§ **WHAT NEEDS TO BE DONE**: Each line in the data holding "entry" should be listed.

§ **INPUT FOR THIS TASK**:
#[test]
fn hostile_ids_and_group_names_cannot_inject_markup() {
    let hostile_id = "\"><script>alert(1)</script><g id=\"x\u{1}\u{E000}";
    let hostile_group = "</g><svg onload=\"alert(2)\">&amp;";
    let mut s = invented_samples(1).remove(0);
    s.id = hostile_id.to_string();
    s.metadata = vec![hostile_group.to_string()];
    let mut b = Figure::builder(&[Diagram::Qfl, Diagram::Qmflt], Some(by_formation()));
    b.push(&s).unwrap();
    let svg = b
        .finish(FigureOptions {
            labels: true,
            ..Default::default()
        })
        .to_svg()
        .unwrap();
    let doc = roxmltree::Document::parse(&svg).expect("still XML");
    let allowed = [
        "svg", "g", "text", "tspan", "polygon", "polyline", "circle", "line", "rect",
    ];
    for n in doc.descendants().filter(|n| n.is_element()) {
        assert!(
            allowed.contains(&n.tag_name().name()),
            "unexpected <{}>",
            n.tag_name().name()
        );
        assert!(n.attribute("onload").is_none());
        if let Some(id) = n.attribute("id") {
            assert!(
                ["grid", "fields", "frame", "regions", "samples", "labels", "legend"].contains(&id),
                "injected id {id}"
            );
        }
    }
    assert_eq!(
        doc.descendants().filter(|n| n.has_tag_name("svg")).count(),
        1
    );
    // The strings show as text, made safe but otherwise intact.
    let texts: Vec<String> = doc
        .descendants()
        .filter(|n| n.has_tag_name("text"))
        .map(text_of)
        .collect();
    assert!(
        texts.contains(&"\"><script>alert(1)</script><g id=\"x \u{FFFD}".to_string()),
        "{texts:?}"
    );
    assert!(texts.contains(&hostile_group.to_string()), "{texts:?}");
}

fn png_size(png: &[u8]) -> (u32, u32) {
    let be = |i: usize| u32::from_be_bytes([png[i], png[i + 1], png[i + 2], png[i + 3]]);
    assert_eq!(&png[12..16], b"IHDR");
    (be(16), be(20))
}

#[test]
fn png_and_pdf_have_magic_bytes_and_the_printed_size() {
    let fig = figure(
        &[Diagram::Qfl],
        &invented_samples(12),
        FigureOptions::default(),
    );
    let svg = fig.to_svg().unwrap();
    let layout = fig.layout();
    let height_pt = layout.height / 10.0;

    let png = svg_to_png(&svg, PNG_DPI).unwrap();
    assert_eq!(&png[..8], b"\x89PNG\r\n\x1a\n");
    let (w, h) = png_size(&png);
    // 85 mm at 300 dpi = 85 / 25.4 · 300 = 1003.9 → 1004 pixels.
    assert_eq!(w, 1004);
    assert_eq!(h, (height_pt / 72.0 * 300.0).round() as u32);
    // The resolution is recorded: 300 dpi = 11811 pixels per metre.
    let phys = png
        .windows(4)
        .position(|w| w == b"pHYs")
        .expect("pHYs chunk");
    let ppm = u32::from_be_bytes([png[phys + 4], png[phys + 5], png[phys + 6], png[phys + 7]]);
    assert_eq!(ppm, 11811);

    let pdf = svg_to_pdf(&svg).unwrap();
    assert!(pdf.starts_with(b"%PDF-"));
    let text = String::from_utf8_lossy(&pdf);
    let media = text.split("/MediaBox [").nth(1).expect("MediaBox");
    let nums: Vec<f64> = media
        .split(']')
        .next()
        .unwrap()
        .split_whitespace()
        .map(|v| v.parse().unwrap())
        .collect();
    // 85 mm = 240.945 pt.
    assert!((nums[2] - nums[0] - 240.945).abs() < 0.05, "{nums:?}");
    assert!(
        (nums[3] - nums[1] - height_pt).abs() < 0.05,
        "{nums:?} vs {height_pt}"
    );
    // The font travels with the file.
    assert!(text.contains("DejaVu"));

    // render() picks the same paths by format.
    assert_eq!(render(&fig, ImageFormat::Png).unwrap(), png);
}

#[test]
fn png_text_is_drawn_with_the_embedded_font() {
    // A label alone on the page: without a font resvg would drop it and leave the page white.
    let svg = r#"<svg xmlns="http://www.w3.org/2000/svg" width="20mm" height="10mm" viewBox="0 0 200 100" font-family="DejaVu Sans"><text x="10" y="70" font-size="60">Qm</text></svg>"#;
    let png = svg_to_png(svg, 150.0).unwrap();
    // Decode with the png crate and count dark pixels.
    let decoder = png::Decoder::new(std::io::Cursor::new(&png));
    let mut reader = decoder.read_info().unwrap();
    let mut buf = vec![0; reader.output_buffer_size()];
    reader.next_frame(&mut buf).unwrap();
    let dark = buf.chunks(3).filter(|p| p[0] < 128).count();
    assert!(dark > 50, "text was not drawn ({dark} dark pixels)");
}

#[test]
fn large_data_sets_switch_to_density_shading() {
    let samples = invented_samples(2400);
    let svg = figure(&[Diagram::Qfl], &samples, FigureOptions::default())
        .to_svg()
        .unwrap();
    let doc = roxmltree::Document::parse(&svg).unwrap();
    let s = layer(&doc, "samples");
    assert_eq!(s.children().filter(|n| n.has_tag_name("circle")).count(), 0);
    assert!(s.children().filter(|n| n.has_tag_name("polygon")).count() > 10);
    let legend = text_of(layer(&doc, "legend"));
    assert!(legend.contains("samples per cell:"), "{legend}");
    // Forced markers draw one marker per sample (circles: the first group's shape).
    let svg = figure(
        &[Diagram::Qfl],
        &samples,
        FigureOptions {
            density: DensityMode::Never,
            ..Default::default()
        },
    )
    .to_svg()
    .unwrap();
    let doc = roxmltree::Document::parse(&svg).unwrap();
    let circles = layer(&doc, "samples")
        .children()
        .filter(|n| n.has_tag_name("circle") && n.attribute("fill") != Some("none"))
        .count();
    assert_eq!(circles, 800);
}

#[test]
fn panels_sit_side_by_side_on_a_wide_page_and_stack_on_a_narrow_one() {
    let samples = invented_samples(6);
    let wide = figure(
        &[Diagram::Qfl, Diagram::Qmflt, Diagram::Qmpk],
        &samples,
        FigureOptions {
            size: FigureSize::DoubleColumn,
            ..Default::default()
        },
    )
    .layout();
    assert!(wide.panels.iter().all(|p| p.top == wide.panels[0].top));
    let narrow = figure(
        &[Diagram::Qfl, Diagram::Qmflt],
        &samples,
        FigureOptions::default(),
    )
    .layout();
    assert!(narrow.panels[1].top > narrow.panels[0].top + narrow.panels[0].height * 0.9);
    // One shared legend either way.
    let svg = figure(
        &[Diagram::Qfl, Diagram::Qmflt],
        &samples,
        FigureOptions::default(),
    )
    .to_svg()
    .unwrap();
    assert_eq!(svg.matches(">\nUpper Vell\n<").count(), 1);
}

#[test]
fn field_polygons_regions_and_means_plug_into_their_layers() {
    // An invented two-field layer split at 50% of the first pole, for this test only.
    let upper = Polygon::new(vec![
        [100.0, 0.0, 0.0],
        [50.0, 50.0, 0.0],
        [50.0, 0.0, 50.0],
    ]);
    let lower = Polygon::new(vec![
        [50.0, 50.0, 0.0],
        [0.0, 100.0, 0.0],
        [0.0, 0.0, 100.0],
        [50.0, 0.0, 50.0],
    ]);
    let mut b = Figure::builder(&[Diagram::Qfl], Some(by_formation()));
    for s in invented_samples(9) {
        b.push(&s).unwrap();
    }
    let g = b.group_index("Upper Vell").unwrap();
    let panel = &mut b.panels_mut()[0];
    panel.fields = Some(PolygonLayer {
        source: Some("fields: invented test set".into()),
        polygons: vec![
            LabelledPolygon::new("upper test field", upper.clone()),
            LabelledPolygon::new("lower test field", lower.clone()).with_anchor([20.0, 40.0, 40.0]),
        ],
    });
    let ring: Vec<[f64; 3]> = (0..36)
        .map(|i| {
            let t = i as f64 * std::f64::consts::PI / 18.0;
            let (a, c) = (70.0 + 4.0 * t.sin(), 15.0 + 4.0 * t.cos());
            [a, 100.0 - a - c, c]
        })
        .collect();
    panel.regions = Some(RegionLayer {
        source: Some("regions: invented test outlines".into()),
        regions: vec![
            Region {
                group: g,
                outline: Polygon::new(ring.clone()),
                kind: RegionKind::Confidence,
            },
            Region {
                group: g,
                outline: Polygon::new(ring),
                kind: RegionKind::Prediction,
            },
        ],
    });
    panel.means.push(MeanMarker {
        group: g,
        composition: Composition3::close([70.0, 15.0, 15.0]).unwrap(),
    });
    let fig = b.finish(FigureOptions::default());
    let svg = fig.to_svg().unwrap();
    let doc = roxmltree::Document::parse(&svg).unwrap();

    let fields = layer(&doc, "fields");
    assert_eq!(
        fields
            .children()
            .filter(|n| n.has_tag_name("polyline"))
            .count(),
        2
    );
    let m = fig.layout().panels[0].mapping;
    for (name, poly) in [("upper test field", &upper), ("lower test field", &lower)] {
        let t = fields
            .children()
            .find(|n| n.has_tag_name("text") && text_of(*n) == name)
            .unwrap_or_else(|| panic!("{name} not drawn"));
        let x: f64 = t.attribute("x").unwrap().parse().unwrap();
        let y: f64 = t.attribute("y").unwrap().parse().unwrap();
        let parts = m.to_parts(provenance_core::plot::PagePoint { x, y });
        assert!(
            poly.contains(parts),
            "{name} drawn outside its field at {parts:?}"
        );
    }
    let regions = layer(&doc, "regions");
    // One solid outline plus a dashed one made of many short pieces.
    assert!(
        regions
            .children()
            .filter(|n| n.has_tag_name("polyline"))
            .count()
            > 5
    );
    assert!(text_of(layer(&doc, "legend")).contains("fields: invented test set"));
    assert!(text_of(layer(&doc, "legend")).contains("regions: invented test outlines"));
}

#[test]
fn too_many_groups_are_refused_with_file_line_and_column() {
    let mut b = Figure::builder(&[Diagram::Qfl], Some(by_formation()));
    let mut samples = invented_samples(70);
    for (i, s) in samples.iter_mut().enumerate() {
        s.metadata = vec![format!("bed {i}")];
    }
    let mut err = None;
    for s in &samples {
        if let Err(e) = b.push(s) {
            err = Some(e);
            break;
        }
    }
    let msg = err.expect("65th group refused").to_string();
    assert!(msg.contains("invented.csv, line 66, column 10"), "{msg}");
    assert!(msg.contains("at most 64"), "{msg}");
}

#[test]
fn snapshot_one_figure_per_diagram() {
    let samples = invented_samples(15);
    for d in Diagram::ALL {
        let svg = figure(
            &[d],
            &samples,
            FigureOptions {
                labels: true,
                ..Default::default()
            },
        )
        .to_svg()
        .unwrap();
        insta::assert_snapshot!(format!("figure_{}", d.id()), svg);
    }
}

#[test]
fn a_huge_group_name_is_shortened_to_the_page_width() {
    let mut s = invented_samples(1).remove(0);
    s.metadata = vec!["W".repeat(100_000)];
    let mut b = Figure::builder(&[Diagram::Qfl], Some(by_formation()));
    b.push(&s).unwrap();
    let fig = b.finish(FigureOptions::default());
    let layout = fig.layout();
    let entry = &layout.legend[1];
    assert!(entry.text.ends_with('…') && entry.text.chars().count() < 200);
    let right = entry.x
        + provenance_core::plot::text::text_width(&entry.text, fig.options.fonts.legend * 10.0);
    assert!(right <= layout.width, "legend entry runs off the page");
}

§ **FINISHED EXERCISE**:
    let entry = &layout.legend[1];
    assert!(entry.text.ends_with('…') && entry.text.chars().count() < 200);
    let right = entry.x
        + provenance_core::plot::text::text_width(&entry.text, fig.options.fonts.legend * 10.0);
    assert!(right <= layout.width, "legend entry runs off the page");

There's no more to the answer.